• [Problem description]:
Write out, word for word, every line in the data below from the one containing "as events. */" to the one containing "const creation = await", both of them included.
•••••
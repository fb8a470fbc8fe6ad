import { z } from 'zod'

type RawIssue = z.core.$ZodRawIssue

const kinds: Partial<Record<string, string>> = { array: 'a list', int: 'a whole number', object: 'an object', boolean: 'true or false', string: 'text', number: 'a number' }
const counted: Partial<Record<string, string>> = { array: ' items', string: ' characters' }

/** A limit that a value misses, as a sentence. */
function limit(words: 'at least' | 'at most', bound: number | bigint, inclusive: boolean | undefined, origin: string): string {
  const exclusive = { 'at least': 'more than', 'at most': 'less than' }[words]
  return `Send ${inclusive === false ? exclusive : words} ${bound.toLocaleString('en')}${counted[origin] ?? ''} here.`
}

/** What is allowed, for a mistake that its schema has no sentence for: zod's own words never reach a reader. */
export function plainSentence(issue: RawIssue): string {
  switch (issue.code) {
    case 'invalid_type': return issue.input === undefined ? 'This field is missing.' : `Send ${kinds[issue.expected as string] ?? `a ${issue.expected}`} here.`
    case 'too_small': return limit('at least', issue.minimum as number, issue.inclusive, issue.origin as string)
    case 'too_big': return limit('at most', issue.maximum as number, issue.inclusive, issue.origin as string)
    case 'invalid_value': return `Send ${issue.values.length > 1 ? 'one of ' : ''}${issue.values.map(String).join(', ')} here.`
    case 'unrecognized_keys': return 'This field does not exist.'
    default: return 'This value is not of a kind that is allowed here.'
  }
}

z.config({ customError: plainSentence })
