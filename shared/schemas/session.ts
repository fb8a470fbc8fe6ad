import { z } from 'zod'
import { id } from './common'

export const accountRoles = ['admin', 'member'] as const
export const accountRole = z.enum(accountRoles, { error: 'A role is admin or member.' })
export type AccountRole = z.infer<typeof accountRole>

export const email = z.string({ error: 'Enter an e-mail address.' }).trim().toLowerCase()
  .max(254, 'An e-mail address has at most 254 characters.')
  .pipe(z.email({ error: 'Enter an e-mail address such as name@example.org.' }))

export const newPassword = z.string({ error: 'Enter a password.' })
  .min(12, 'A password has at least 12 characters.')
  .max(200, 'A password has at most 200 characters.')

/** POST /api/session */
export const signIn = z.strictObject({
  email,
  password: z.string({ error: 'Enter your password.' }).min(1, 'Enter your password.').max(200, 'A password has at most 200 characters.'),
})

/** Who is signed in. */
export const account = z.object({ id, email: z.string(), name: z.string(), role: accountRole })
export type Account = z.infer<typeof account>

/** POST /api/account/password */
export const passwordChange = z.strictObject({
  current: z.string({ error: 'Enter your present password.' }).min(1, 'Enter your present password.').max(200, 'A password has at most 200 characters.'),
  password: newPassword,
  /** whether the account's API tokens end as well; sessions always do */
  endTokens: z.boolean({ error: 'Whether tokens end is true or false.' }).default(false),
})

/** POST /api/account/tokens */
export const tokenCreation = z.strictObject({
  name: z.string({ error: 'Name the token.' }).trim().min(1, 'Name the token.').max(80, 'A token\'s name has at most 80 characters.'),
  scope: z.enum(['read', 'write'], { error: 'The scope is read or write.' }),
  days: z.number({ error: 'A token lives for 1 to 365 days.' }).int('A token lives for 1 to 365 days.')
    .min(1, 'A token lives for 1 to 365 days.').max(365, 'A token lives for 1 to 365 days.'),
})
export const token = z.object({
  id, name: z.string(), scope: z.enum(['read', 'write']),
  createdAt: z.string(), expiresAt: z.string(), lastUsedAt: z.string().nullable(),
})
export type Token = z.infer<typeof token>

/** Answer of POST /api/account/tokens: the token's text is shown this once. */
export const createdToken = token.extend({ secret: z.string() })
export type CreatedToken = z.infer<typeof createdToken>
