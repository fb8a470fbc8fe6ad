import { z } from 'zod'

const formula = z.object({
  /** what it is for, where there are several */
  case: z.string().nullable(),
  tex: z.string(),
  /** set by KaTeX: HTML to look at, MathML to be read out */
  html: z.string(),
})

const columnOfMethod = z.object({
  id: z.string(),
  /** title with its unit, as the grid's header reads */
  title: z.string(),
  meaning: z.string(),
  formula: z.string(),
  tolerance: z.string(),
})

const checkOfMethod = z.object({
  id: z.string(),
  what: z.string(),
  unit: z.string().nullable(),
  /** as printed, or a published closed form evaluated */
  published: z.string(),
  /** number of the source in the list of sources, from 1 */
  source: z.int(),
  place: z.string().nullable(),
  fromMemory: z.boolean(),
  tolerance: z.string(),
})

const method = z.object({
  id: z.string(),
  title: z.string(),
  text: z.string(),
  formulas: z.array(formula),
  /** numbers in the list of sources, from 1 */
  sources: z.array(z.int()),
  tolerance: z.string().nullable(),
  columns: z.array(columnOfMethod),
  checks: z.array(checkOfMethod),
})

/** Body of GET /api/methods. */
export const methodsAnswer = z.object({
  sections: z.array(z.object({ number: z.int(), title: z.string(), methods: z.array(method) })),
  /** columns that are entered, in the grid's order */
  entered: z.array(z.object({ id: z.string(), title: z.string(), meaning: z.string() })),
  sources: z.array(z.string()),
})
export type MethodsAnswer = z.infer<typeof methodsAnswer>
export type MethodOfAnswer = z.infer<typeof method>

/** Body of GET /api/methods/checks: what this build computes for each published value. */
export const checksAnswer = z.object({
  coreVersion: z.string(),
  items: z.array(z.object({
    id: z.string(),
    published: z.number(),
    computed: z.number(),
    difference: z.number(),
    /** largest difference allowed, in the value's own unit */
    allowed: z.number(),
    holds: z.boolean(),
  })),
})
export type ChecksAnswer = z.infer<typeof checksAnswer>
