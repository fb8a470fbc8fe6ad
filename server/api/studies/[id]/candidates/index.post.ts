import { candidatesCreationOf } from '#shared/schemas/candidates'
import { createCandidates } from '../../../../services/candidates'
import { callerOf, studyOf } from '../../../../utils/caller'
import { validBody } from '../../../../utils/validate'

/** POST /api/studies/:id/candidates: creates one row or many; their computed cells follow as events. */
export default defineEventHandler(async (event) => {
  const creation = await validBody(event, candidatesCreationOf)
  const items = await createCandidates(studyOf(event).id, creation, callerOf(event).account)
  setResponseStatus(event, 201)
  return 'items' in creation ? { items, next: null } : items[0]
})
•••••
• [Solution for this task]:
/** POST /api/studies/:id/candidates: creates one row or many; their computed cells follow as events. */
export default defineEventHandler(async (event) => {
  const creation = await validBody(event, candidatesCreationOf)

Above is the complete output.